Your answer should be one number: the count of lines in the data below that include "runId".

→ Extracted records:
______

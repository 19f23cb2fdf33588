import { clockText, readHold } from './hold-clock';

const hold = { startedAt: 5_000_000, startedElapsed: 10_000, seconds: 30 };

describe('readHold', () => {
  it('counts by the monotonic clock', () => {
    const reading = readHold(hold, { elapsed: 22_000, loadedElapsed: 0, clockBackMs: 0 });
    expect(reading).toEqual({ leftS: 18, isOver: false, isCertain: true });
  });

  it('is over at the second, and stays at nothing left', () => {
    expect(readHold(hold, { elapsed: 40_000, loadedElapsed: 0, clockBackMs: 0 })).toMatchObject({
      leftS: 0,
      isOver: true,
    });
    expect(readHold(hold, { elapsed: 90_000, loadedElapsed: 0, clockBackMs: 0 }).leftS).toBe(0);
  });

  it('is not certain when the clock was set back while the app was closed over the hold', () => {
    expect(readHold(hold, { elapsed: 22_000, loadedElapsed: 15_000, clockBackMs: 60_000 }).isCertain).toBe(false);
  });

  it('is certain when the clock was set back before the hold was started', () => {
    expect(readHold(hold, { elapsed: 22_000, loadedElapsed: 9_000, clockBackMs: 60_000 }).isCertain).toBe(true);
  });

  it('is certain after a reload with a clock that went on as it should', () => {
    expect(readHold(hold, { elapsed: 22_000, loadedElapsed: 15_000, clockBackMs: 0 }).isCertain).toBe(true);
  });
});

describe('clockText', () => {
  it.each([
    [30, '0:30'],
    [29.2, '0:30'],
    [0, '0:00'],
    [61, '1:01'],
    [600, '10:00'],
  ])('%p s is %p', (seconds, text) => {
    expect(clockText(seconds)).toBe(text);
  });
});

______

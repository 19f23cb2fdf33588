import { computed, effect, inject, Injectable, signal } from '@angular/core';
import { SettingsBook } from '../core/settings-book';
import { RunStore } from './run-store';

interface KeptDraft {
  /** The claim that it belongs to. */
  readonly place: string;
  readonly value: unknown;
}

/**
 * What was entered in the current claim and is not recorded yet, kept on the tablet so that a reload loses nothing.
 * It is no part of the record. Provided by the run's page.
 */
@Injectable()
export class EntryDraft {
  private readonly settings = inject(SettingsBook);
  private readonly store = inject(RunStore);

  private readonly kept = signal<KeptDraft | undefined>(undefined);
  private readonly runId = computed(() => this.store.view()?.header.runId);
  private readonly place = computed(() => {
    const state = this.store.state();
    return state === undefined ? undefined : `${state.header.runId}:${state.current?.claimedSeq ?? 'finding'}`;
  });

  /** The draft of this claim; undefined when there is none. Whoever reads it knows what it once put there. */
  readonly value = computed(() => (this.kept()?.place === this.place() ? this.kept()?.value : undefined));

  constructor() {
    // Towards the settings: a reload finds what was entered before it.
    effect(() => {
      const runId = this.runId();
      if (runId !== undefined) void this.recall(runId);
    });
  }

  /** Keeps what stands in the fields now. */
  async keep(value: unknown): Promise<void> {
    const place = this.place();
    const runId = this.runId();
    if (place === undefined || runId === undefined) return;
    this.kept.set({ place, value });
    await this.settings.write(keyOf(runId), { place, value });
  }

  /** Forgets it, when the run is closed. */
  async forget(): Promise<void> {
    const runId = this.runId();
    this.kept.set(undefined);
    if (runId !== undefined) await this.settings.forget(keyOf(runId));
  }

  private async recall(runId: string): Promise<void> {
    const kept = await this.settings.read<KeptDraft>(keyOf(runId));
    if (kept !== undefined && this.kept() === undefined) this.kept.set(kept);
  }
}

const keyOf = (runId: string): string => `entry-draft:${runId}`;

______

→ Your solution:
12